# iPad -> Mac : sauvegarde photos AVEC albums



## globule35 (28 Mai 2013)

Bonjour,

Je viens vers vous pour une solution à un problème récent.

Ma femme possède un iPad 2 depuis 2 ans. Elle n'avait pas jusqu'à présent d'ordinateur fixe.
Elle a créé au fur et à mesure des albums dans l'application Photos de son iPad, avec un bon nombre de photos et vidéos.
Elle souhaite donc maintenant qu'elle a un ordinateur fixe, un macbook sous Lion, retrouver ces albums sur cette machine.
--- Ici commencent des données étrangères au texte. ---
def test_roof_patch_colder_than_the_sky_limit_is_unclassified():
    # zero-conduction equilibrium (h_c·T_air + h_r·T_sky)/(h_c + h_r): about −6 °C for air 0 °C, sky −20 °C, 1 m/s
    rows, cols = np.mgrid[0:120, 0:240]
    blob = ((rows - 60) / 30.0) ** 2 + ((cols - 110) / 55.0) ** 2 < 1.0
    t = np.full((120, 240), -3.0) - 6.0 * blob
    roof = {"surface": {"view": "roof", "reflected_c": -20.0}, "air": {"inside_c": 20.0, "outside_c": 0.0, "wind_m_s": 1.0}}
    (a,) = _run(t, blob.astype(int), **roof).anomalies
    assert a.cause == "unclassified" and "conduction cannot explain" in a.reason


def test_wrong_sign_is_unclassified_with_a_reason():
    t, d = _wall()
    t[30:90, 60:120] += 2.0
    d[30:90, 60:120] = 1
    (a,) = _run(t, d).anomalies
    assert a.kind == "warm" and a.cause == "unclassified" and "inside" in a.reason
    t2, d2 = _wall(base=3.0)
    t2[30:90, 60:120] -= 1.0
    d2[30:90, 60:120] = 1
    ext = {"surface": {"view": "exterior"}, "air": {"inside_c": 20.0, "outside_c": 2.0, "wind_m_s": 1.0}}
    (b,) = _run(t2, d2, **ext).anomalies
    assert b.kind == "cold" and b.cause == "unclassified" and "outside" in b.reason


@pytest.mark.parametrize("view", ["exterior", "interior"])
def test_expected_sign_compact_area_is_missing_insulation_from_either_side(view):
    sign = -1.0 if view == "interior" else 1.0
    t, d = _wall(base=18.5 if view == "interior" else 3.0)
    t[30:90, 60:120] += sign * 2.0
    d[30:90, 60:120] = 1
    (a,) = _run(t, d, surface={"view": view}, air={"inside_c": 20.0, "outside_c": 2.0, "wind_m_s": 1.0}).anomalies
    assert a.cause == "missing_insulation", a.reason
    assert a.kind == ("cold" if view == "interior" else "warm")


def test_stud_interrupted_by_a_defect_stays_a_thermal_bridge():
    # the empty bay crosses one member: the short pieces above and below lie on its line
    t, d = _wall()
    _studs(t, d, cols=range(20, 240, 40), width=8)
    t[20:100, 96:140] = 18.5 - 3.0
    d[20:100, 96:140] = 2
    res = _run(t, d)
    assert _at(res, 60, 120).cause == "missing_insulation"
    # the pieces of the member at columns 100-107 above and below the bay belong to the framing anomaly
    top, bottom = _at(res, 10, 103), _at(res, 110, 103)
    assert top is bottom is _at(res, 60, 22)
    assert top.area_px == 5 * 120 * 8 + 2 * 20 * 8 and top.cause == "thermal_bridge" and "6 parallel" in top.reason
    assert (top.bbox_row0, top.bbox_row1) == (0, 120)
    assert len(res.anomalies) == 2  # the framing and the bay


def test_lone_member_on_a_stratified_wall_is_still_a_uniform_band():
    # 2 K of stratification along the member must not read as a fading streak
    rows = np.mgrid[0:120, 0:240][0]
    t = 17.5 + 2.0 * rows / 120
    d = np.zeros(t.shape, int)
    t[:, 100:110] -= 0.8
    d[:, 100:110] = 1
    (a,) = _run(t, d).anomalies
    assert a.cause == "thermal_bridge", a.reason


def test_fragmented_members_are_merged_into_one_anomaly():
    # a segmentation that breaks each member into pieces: one framing anomaly, heat summed
    t, d = _wall()
    _studs(t, d, cols=(40, 100, 160), width=8, delta=-1.0)
    labels = d.copy()
    for k, gap_row in enumerate((30, 60, 90)):  # cut every member at three rows (1 px of "background" label)
        labels[gap_row, :] = np.where(d[gap_row, :] == 1, 0, labels[gap_row, :])
    res = _run(t, labels)
    (merged,) = res.anomalies
    assert merged.cause == "thermal_bridge" and "3 parallel" in merged.reason
    assert merged.area_px == 3 * (120 - 3) * 8
    # the cut rows do not shorten the members: the length is the union of the pieces along each member
    assert merged.length_m == pytest.approx(3 * 1.2, rel=0.03)
    (whole,) = _run(t, d).anomalies
    assert merged.excess_w == pytest.approx(whole.excess_w, rel=0.03)


def test_empty_bays_side_by_side_are_not_a_framing_set():
    # three elongated empty bays at regular spacing, no geometry: wide against their spacing,
    # so not members (studs are 45-100 mm at 400-600 mm centres [CP])
    t, d = _wall()
    for k, c in enumerate((20, 90, 160), start=1):
        t[10:110, c:c + 38] -= 3.0
        d[10:110, c:c + 38] = k
    res = _run(t, d, camera={"pixel_m": None, "hfov_deg": None, "distance_m": None})
    assert len(res.anomalies) == 3
    assert {a.cause for a in res.anomalies} == {"missing_insulation"}


def test_lone_member_cut_into_pieces_is_one_band():
    # two members only (no regular set): each cut into four pieces by the segmentation
    t, d = _wall()
    _studs(t, d, cols=(60, 180), width=8, delta=-0.8)
    labels = d.copy()
    for gap_row in (25, 55, 85):
        labels[gap_row, :] = np.where(d[gap_row, :] == 1, 0, labels[gap_row, :])
    res = _run(t, labels)
    assert len(res.anomalies) == 2
    for a in res.anomalies:
        assert a.cause == "thermal_bridge" and "in 4 pieces" in a.reason, a.reason


def test_member_running_behind_a_header_stays_one_band():
    # a vertical member interrupted for 32 px (> 3 widths + 4 px) by a 0.32 m × 1 m header covering the gap
    t, d = _wall()
    t[:, 150:158] -= 0.8
    d[:, 150:158] = 1
    t[35:67, 110:210] = 18.5 - 1.0  # the header (weaker than a cavity, wider than the member)
    d[35:67, 110:210] = 2
    res = _run(t, d, air={"inside_c": 21.0, "outside_c": -3.0})
    top, bottom = _at(res, 10, 153), _at(res, 100, 153)
    assert top is bottom and top.cause == "thermal_bridge"
    assert _at(res, 50, 120).cause == "thermal_bridge"  # the header: a weak short band


def test_small_spot_is_not_called_missing_insulation():
    # 60 mm across at 10 mm/px: a fixing or a tie as likely as a gap (wall ties: dot grid [CP])
    t, d = _wall()
    t[50:56, 100:106] -= 2.0
    d[50:56, 100:106] = 1
    (a,) = _run(t, d).anomalies
    assert a.cause == "unclassified" and "too small" in a.reason


def test_a_set_with_a_member_hidden_by_a_window_is_still_one_framing_anomaly():
    # studs at 400 mm centres [CP], the one at column 100 missing (cut out for an opening)
    t, d = _wall()
    _studs(t, d, cols=(20, 60, 140, 180, 220), width=5)
    res = _run(t, d)
    (framing,) = res.anomalies
    assert "5 parallel" in framing.reason and "0.40 m" in framing.reason
    # gaps of 0.4 and 0.6 m are not one spacing: no set
    t2, d2 = _wall()
    _studs(t2, d2, cols=(20, 60, 120, 160, 220), width=5)
    assert all("summarised" not in a.reason for a in _run(t2, d2).anomalies)
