/* The order of the readings through the machines (compression raises P and
 * T, the turbine lowers them, the combustor heats without raising P). */
static void check_order(gc__errlist *l, const gc_measured_stations_input *in)
{
    const gc_measured_station *c1 = &in->compressor_inlet, *c2 = &in->compressor_outlet;
    const gc_measured_station *t3 = &in->turbine_inlet, *t4 = &in->turbine_outlet;
    if (in->has_intercooler) {
        const gc_measured_station *ia = &in->intercooler_inlet, *ib = &in->intercooler_outlet;
        check_compression(l, c1, ia, "intercooler/inlet", "compressor inlet");
        check_compression(l, ib, c2, "compressor_outlet", "intercooler outlet");
        if (!(ib->T_K < ia->T_K))
            gc__errlist_add(l, GC_ERR_INVALID, "/intercooler/outlet/T", "must be below the "
                    "intercooler inlet temperature (%.6g K): an intercooler cools", ia->T_K);
        if (ib->P_Pa > ia->P_Pa)
            gc__errlist_add(l, GC_ERR_INVALID, "/intercooler/outlet/P", "must not exceed the "
                    "intercooler inlet pressure (%.6g kPa): a heat exchanger loses pressure",
                    ia->P_Pa / 1e3);
    } else {
        check_compression(l, c1, c2, "compressor_outlet", "compressor inlet");
    }
    if (!(t3->P_Pa > t4->P_Pa))
        gc__errlist_add(l, GC_ERR_INVALID, "/turbine_outlet/P", "must be below the turbine inlet "
                "pressure (%.6g kPa): a turbine expands the gas", t3->P_Pa / 1e3);
    if (!(t3->T_K > t4->T_K))
        gc__errlist_add(l, GC_ERR_INVALID, "/turbine_outlet/T", "must be below the turbine inlet "
                "temperature (%.6g K): the data are inconsistent, a turbine delivering work "
                "cools the gas", t3->T_K);
    const gc_measured_station *ci = in->has_regenerator ? &in->regenerator_air_outlet : c2;
    const char *ci_name = in->has_regenerator ? "regenerator air outlet" : "compressor outlet";
    if (!(t3->T_K > ci->T_K))
        gc__errlist_add(l, GC_ERR_INVALID, "/turbine_inlet/T", "must exceed the %s temperature "
                "(%.6g K): the combustor adds heat", ci_name, ci->T_K);
    if (t3->P_Pa > ci->P_Pa)
        gc__errlist_add(l, GC_ERR_INVALID, "/turbine_inlet/P", "must not exceed the %s pressure "
                "(%.6g kPa): a combustor loses pressure, it cannot raise it", ci_name,
                ci->P_Pa / 1e3);
    if (in->has_regenerator)
        check_regenerator(l, in);
}
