const gc_output gc__comb_outputs[N_OUTPUTS] = {
    [ENGINE] = OBJ("engine", -1, 0, "The engine's geometry as used."),
    Q("bore", ENGINE, GC_Q_LENGTH, R_(bore), 0, "Cylinder bore."),
    Q("stroke", ENGINE, GC_Q_LENGTH, R_(stroke), 0, "Piston stroke."),
    Q("connecting_rod_length", ENGINE, GC_Q_LENGTH, R_(rod), 0, "Connecting rod length."),
    N("compression_ratio", ENGINE, R_(compression_ratio), 0, "Compression ratio."),
    Q("cylinder_displacement", ENGINE, GC_Q_VOLUME, R_(displacement), 0, "Swept volume."),
    Q("clearance_volume", ENGINE, GC_Q_VOLUME, R_(clearance), 0, "Clearance volume."),
    I("strokes_per_cycle", ENGINE, R_(strokes), "Strokes per cycle."),
    [RECORDING] = OBJ("recording", -1, 0, "The recording as reduced."),
    T("source", RECORDING, R_(source), "json (crank_angle and cycles) or text/csv (a CSV body)."),
    I("cycles", RECORDING, R_(n_cycles), "Cycles (pressure series)."),
    I("samples", RECORDING, R_(n_samples), "Samples per cycle."),
    Q("angle_step", RECORDING, GC_Q_ANGLE, R_(angle_step), 0,
      "Mean crank-angle step (one cycle over the samples)."),
    Q("tdc_angle", RECORDING, GC_Q_ANGLE, R_(tdc_angle), 0,
      "Firing TDC used on the recording's axis (moved by the phasing shift when corrected)."),
    [PEGGING] = OBJ("pegging", -1, 0, "Absolute referencing: the offsets added, over cycles."),
    { .name = "method", .parent = PEGGING, .type = GC_OT_ENUM, .offset = R_(peg_method),
      .names = (const char *const[]){ "none", "intake", "two_point", "polytropic", NULL },
      .description = "The pegging method used." },
    Q("offset_mean", PEGGING, GC_Q_PRESSURE_DIFFERENCE, R_(peg_offset.mean), 0, "Mean offset."),
    Q("offset_std", PEGGING, GC_Q_PRESSURE_DIFFERENCE, R_(peg_offset.std), 0,
      "Sample standard deviation of the offsets."),
    Q("offset_min", PEGGING, GC_Q_PRESSURE_DIFFERENCE, R_(peg_offset.min), 0, "Lowest offset."),
    Q("offset_max", PEGGING, GC_Q_PRESSURE_DIFFERENCE, R_(peg_offset.max), 0, "Highest offset."),
    [PHASING] = OBJ("phasing", -1, 0, "The crank-angle phasing check of the ensemble-average "
                    "cycle."),
    { .name = "method", .parent = PHASING, .type = GC_OT_ENUM, .offset = R_(phasing_method),
      .names = (const char *const[]){ "none", "loss_angle", "polytropic", NULL },
      .description = "The test used." },
    Q("shift", PHASING, GC_Q_ANGLE, R_(phasing_shift), P_(has_phasing),
      "Where true TDC lies on the recording's axis, after the stated tdc_angle (a warning "
      "phasing_error above warning_above)."),
    B("corrected", PHASING, R_(phasing_corrected), "true: tdc_angle was moved by the shift."),
    N("effective_exponent", PHASING, R_(phasing_exponent), P_(has_phasing_fit),
      "polytropic: the compression line's effective exponent (c x mean k)."),
    N("rms_residual", PHASING, R_(phasing_rms), P_(has_phasing_fit),
      "polytropic: rms residual of ln p along the fitted line."),
    Q("motored_peak_angle", PHASING, GC_Q_ANGLE, R_(motored_peak_angle), P_(has_motored_peak),
      "loss_angle: the motored peak's angle (parabola through the highest sample)."),
    Q("warning_above", PHASING, GC_Q_ANGLE, R_(phasing_warn), 0,
      "The shift above which the warning phasing_error is given."),
    [HEAT] = OBJ("heat_release", -1, 0, "How the heat release is computed."),
    T("basis", HEAT, R_(basis), "net or gross: the curve the burn points come from (gross "
      "with a wall model)."),
    { .name = "wall_model", .parent = HEAT, .type = GC_OT_ENUM, .offset = R_(wall_model),
      .names = (const char *const[]){ "none", "woschni", "hohenberg", NULL },
      .description = "The wall heat-transfer model." },
    T("k_model", HEAT, R_(k_model), "How the ratio of specific heats is taken."),
    Q("trapped_mass", HEAT, GC_Q_MASS, R_(trapped_mass), 0,
      "Trapped mass of the ensemble-average cycle."),
    { .name = "first_law", .parent = HEAT, .type = GC_OT_CONST,
      .text = "dQ = k/(k-1) p dV + 1/(k-1) V dp per sample interval, single zone",
      .description = "The apparent heat-release rate's form." },
    [FRACTIONS] = { .name = "burn_fractions", .parent = HEAT, .type = GC_OT_ARRAY,
                    .description = "The mass fractions burned whose angles are given: 0.1, "
                    "0.5, 0.9, then burn_fractions in order." },
    FRACTION(0), FRACTION(1), FRACTION(2), FRACTION(3), FRACTION(4), FRACTION(5),
    FRACTION(6), FRACTION(7), FRACTION(8), FRACTION(9), FRACTION(10),
    [ENSEMBLE] = OBJ("ensemble", -1, 0, "The ensemble-average cycle (the mean over all cycles "
                     "of the pegged pressure at each sample) reduced as one cycle."),
    FIGURES(ENSEMBLE, R_(ensemble)),
    [STATS] = OBJ("statistics", -1, 0, "Statistics over cycles: IMEP, PMEP, peak pressure, "
                  "pressure-rise rate, exponents, total heat release and combustion efficiency "
                  "over every cycle, misfires included (common practice: COV of IMEP shows "
                  "them); burn points, burn durations and ringing over the cycles that burned "
                  "(not flagged misfire)."),
    I("cycles", STATS, R_(n_cycles), "Cycles counted."),
    I("burning_cycles", STATS, R_(n_burning), "Cycles with burn points."),
    I("misfires", STATS, R_(n_misfire), "Cycles flagged misfire."),
    I("partial_burns", STATS, R_(n_partial), "Cycles flagged partial burn (misfires apart)."),
    Q("median_heat_release", STATS, GC_Q_ENERGY, R_(median_heat_release), 0,
      "Median total heat release over all cycles: the flags' reference."),
    { .name = "flag_rule", .parent = STATS, .type = GC_OT_STRING, .offset = R_(flag_rule),
      .description = "The stated rule of the misfire and partial-burn flags." },
    ST_Q("imep_net", STATS, GC_Q_PRESSURE_DIFFERENCE, imep_net, "the net IMEP", 0),
    ST_COV("imep_net", STATS, imep_net, "the net IMEP"),
    ST_LNV("imep_net", STATS, imep_net, "the net IMEP"),
    ST_Q("imep_gross", STATS, GC_Q_PRESSURE_DIFFERENCE, imep_gross, "the gross IMEP", 0),
    ST_COV("imep_gross", STATS, imep_gross, "the gross IMEP"),
    ST_LNV("imep_gross", STATS, imep_gross, "the gross IMEP"),
    ST_Q("pmep", STATS, GC_Q_PRESSURE_DIFFERENCE, pmep, "the PMEP", 0),
    ST_Q("peak_pressure", STATS, GC_Q_PRESSURE, P_max, "the peak pressure", 0),
    ST_COV("peak_pressure", STATS, P_max, "the peak pressure"),
    ST_Q("peak_pressure_angle", STATS, GC_Q_ANGLE, angle_P_max, "the peak pressure's angle", 0),
    ST_U("max_pressure_rise_rate", STATS, "kPa/deg", "psi/deg", 1e-3, PSI_PER_PA, dP_max,
         "the highest pressure-rise rate", 0),
    ST_Q("total_heat_release", STATS, GC_Q_ENERGY, Q_total, "the total heat release", 0),
    ST_COV("total_heat_release", STATS, Q_total, "the total heat release"),
    ST_Q("ca10", STATS, GC_Q_ANGLE, ca10, "CA10", 0),
    ST_Q("ca50", STATS, GC_Q_ANGLE, ca50, "CA50", 0),
    ST_Q("ca90", STATS, GC_Q_ANGLE, ca90, "CA90", 0),
    ST_Q("burn_0_10", STATS, GC_Q_ANGLE, burn_0_10, "the 0-10 % burn duration", 0),
    ST_Q("burn_10_90", STATS, GC_Q_ANGLE, burn_10_90, "the 10-90 % burn duration", 0),
    ST_U("ringing_intensity", STATS, "MW/m2", "Btu/(h ft2)", 1e-6, BTU_H_FT2_PER_W_M2, ringing,
         "the ringing intensity", P_(has_ringing)),
    N("combustion_efficiency_mean", STATS, R_(efficiency.mean), P_(has_efficiency),
      "Mean combustion efficiency (every cycle, misfires included)."),
    N("combustion_efficiency_std", STATS, R_(efficiency.std), P_(has_efficiency),
      "Its sample standard deviation."),
    N("n_compression_mean", STATS, R_(n_compression.mean), 0, "Mean compression exponent."),
    N("n_compression_std", STATS, R_(n_compression.std), 0, "Its standard deviation."),
    N("n_expansion_mean", STATS, R_(n_expansion.mean), 0, "Mean expansion exponent."),
    N("n_expansion_std", STATS, R_(n_expansion.std), 0, "Its standard deviation."),
    ST_EXTRA(0, "mfb_extra_1"), ST_EXTRA(1, "mfb_extra_2"), ST_EXTRA(2, "mfb_extra_3"),
    ST_EXTRA(3, "mfb_extra_4"), ST_EXTRA(4, "mfb_extra_5"), ST_EXTRA(5, "mfb_extra_6"),
    ST_EXTRA(6, "mfb_extra_7"), ST_EXTRA(7, "mfb_extra_8"),
    [BOUNDS] = OBJ("bounds", -1, P_(ideal.ok), "The ideal Otto cycle at the same compression "
                   "ratio and intake state, releasing the same heat."),
    [IDEAL] = OBJ("ideal", BOUNDS, 0, "The ideal Otto cycle (isentropic compression and "
                  "expansion of the charge's gas model, heat at constant volume)."),
    { .name = "cycle", .parent = IDEAL, .type = GC_OT_CONST, .text = "otto",
      .description = "The ideal cycle." },
    T("heat_source", IDEAL, R_(ideal_heat_source), "heat_release (the ensemble's total heat "
      "release) or fuel (fuel_per_cycle x LHV)."),
    Q("intake_temperature", IDEAL, GC_Q_TEMPERATURE, R_(ideal.T1_K), 0,
      "Charge temperature at BDC (p V / (m R))."),
    Q("intake_pressure", IDEAL, GC_Q_PRESSURE, R_(ideal.P1_Pa), 0,
      "The ensemble's pressure at BDC before compression."),
    Q("trapped_mass", IDEAL, GC_Q_MASS, R_(ideal.mass_kg), 0, "Trapped mass."),
    Q("heat_added", IDEAL, GC_Q_SPECIFIC_ENERGY, R_(ideal.heat_J_per_kg), 0,
      "Heat added per kg of charge."),
    N("thermal_efficiency", IDEAL, R_(ideal.efficiency), 0, "Thermal efficiency."),
    Q("work", IDEAL, GC_Q_ENERGY, R_(ideal.work_J), 0, "Net work per cycle."),
    Q("mean_effective_pressure", IDEAL, GC_Q_PRESSURE_DIFFERENCE, R_(ideal.mep_Pa), 0,
      "Mean effective pressure."),
    Q("peak_pressure", IDEAL, GC_Q_PRESSURE, R_(ideal.P_max_Pa), 0, "Peak pressure."),
    Q("peak_temperature", IDEAL, GC_Q_TEMPERATURE, R_(ideal.T_max_K), 0, "Peak temperature."),
    [SHORT] = OBJ("shortfall", -1, P_(ideal.ok), "The ensemble-average cycle against the ideal."),
    N("fraction_of_ideal", SHORT, R_(fraction_of_ideal), 0,
      "Gross indicated work of the ensemble over the ideal cycle's work."),
    { .name = "basis", .parent = SHORT, .type = GC_OT_CONST,
      .text = "gross indicated work over the ideal Otto cycle's work",
      .description = "What the fraction compares." },
    [CYCLES] = { .name = "cycles", .parent = -1, .type = GC_OT_LIST, .flags = GC_OF_CSV_TABLE,
                 .offset = R_(rows), .count = P_(n_cycles), .item_size = sizeof(gc_comb_row),
                 .max_items = GC_HEATREL_MAX_CYCLES,
                 .description = "One row per cycle, in recording order (format=csv: the first "
                 "table)." },
    I("cycle", CYCLES, ROW(cycle), "The cycle's column in the recording, from 1."),
    { .name = "label", .parent = CYCLES, .type = GC_OT_STRING, .offset = ROW(label),
      .present = ROW(has_label) + 1, .description = "Its column name in a text/csv body." },
    B("misfire", CYCLES, ROW(misfire), "Flagged misfire (statistics.flag_rule)."),
    B("partial_burn", CYCLES, ROW(partial_burn), "Flagged partial burn (statistics.flag_rule)."),
    Q("peg_offset", CYCLES, GC_Q_PRESSURE_DIFFERENCE, ROW(peg_offset), 0, "Offset added by pegging."),
    Q("trapped_mass", CYCLES, GC_Q_MASS, ROW(trapped_mass), 0, "Trapped mass."),
    Q("max_mean_temperature_angle", CYCLES, GC_Q_ANGLE, ROW(angle_T_max), 0,
      "Crank angle of the highest mean gas temperature."),
    FIGURES(CYCLES, 0),
    [TRACE] = { .name = "trace", .parent = -1, .type = GC_OT_LIST, .flags = GC_OF_CSV_TABLE,
                .offset = R_(trace), .count = P_(n_trace), .item_size = sizeof(gc_comb_sample),
                .max_items = GC_HEATREL_MAX_SAMPLES, .include = 1u,
                .description = "include=trace: the ensemble-average trace, one row per sample "
                "from the start of the intake stroke (format=csv: the second table); heat "
                "release in the closed part only." },
    Q("angle", TRACE, GC_Q_ANGLE, SMP(angle), 0, "Crank angle from firing TDC."),
    Q("pressure", TRACE, GC_Q_PRESSURE, SMP(P), 0, "Ensemble-average pegged pressure."),
    Q("volume", TRACE, GC_Q_VOLUME, SMP(V), 0, "Cylinder volume."),
    Q("temperature", TRACE, GC_Q_TEMPERATURE, SMP(T), SMP(closed) + 1,
      "Mean gas temperature p V / (m R)."),
    U("heat_release_rate_net", TRACE, SMP(dQn_per_deg), SMP(closed) + 1, "J/deg", "Btu/deg",
      1.0, BTU_PER_J, "Apparent (net) heat-release rate."),
    Q("heat_release_net", TRACE, GC_Q_ENERGY, SMP(Qn), SMP(closed) + 1,
      "Cumulative net heat release from IVC."),
    U("heat_release_rate_gross", TRACE, SMP(dQg_per_deg), SMP(closed) + 1, "J/deg", "Btu/deg",
      1.0, BTU_PER_J, "Gross heat-release rate."),
    Q("heat_release_gross", TRACE, GC_Q_ENERGY, SMP(Qg), SMP(closed) + 1,
      "Cumulative gross heat release from IVC."),
    N("mass_fraction_burned", TRACE, SMP(mfb), SMP(closed) + 1,
      "Mass fraction burned (heat_release.basis)."),
};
J'ai essayé la technique de base, cad syncho avec itunes vers iphoto, préalablement installé et lancé une fois. La synchro ne plante pas mais je n'ai aucunes photos qui arrivent de l'iPad.
J'ai tenté ensuite de lancer iPhoto, et de brancher l'ipad, pour décharger directement les photos sans iTunes. L'ipad n'est pas visible. Mon iphone par contre lui l'est ! 
J'ai essayé les 2-3 astuces de réinitialisation de la librairie iphoto ou kill du processus ptpcamera, mais sans succès.

Comme autre alternative, j'ai trouvé sans testé pour l'instant la solution de l'application Photosmith qui permet de synchroniser une base de photos/albums sur iPad avec une librairie Lightroom. Cependant les retours sur l'iTunes store ne sont pas fameux...

Bref, je suis dans une impasse.

avez-vous d'autres solutions/logiciels qui me permettraient de gérer cela ?

Merci par avance.


----------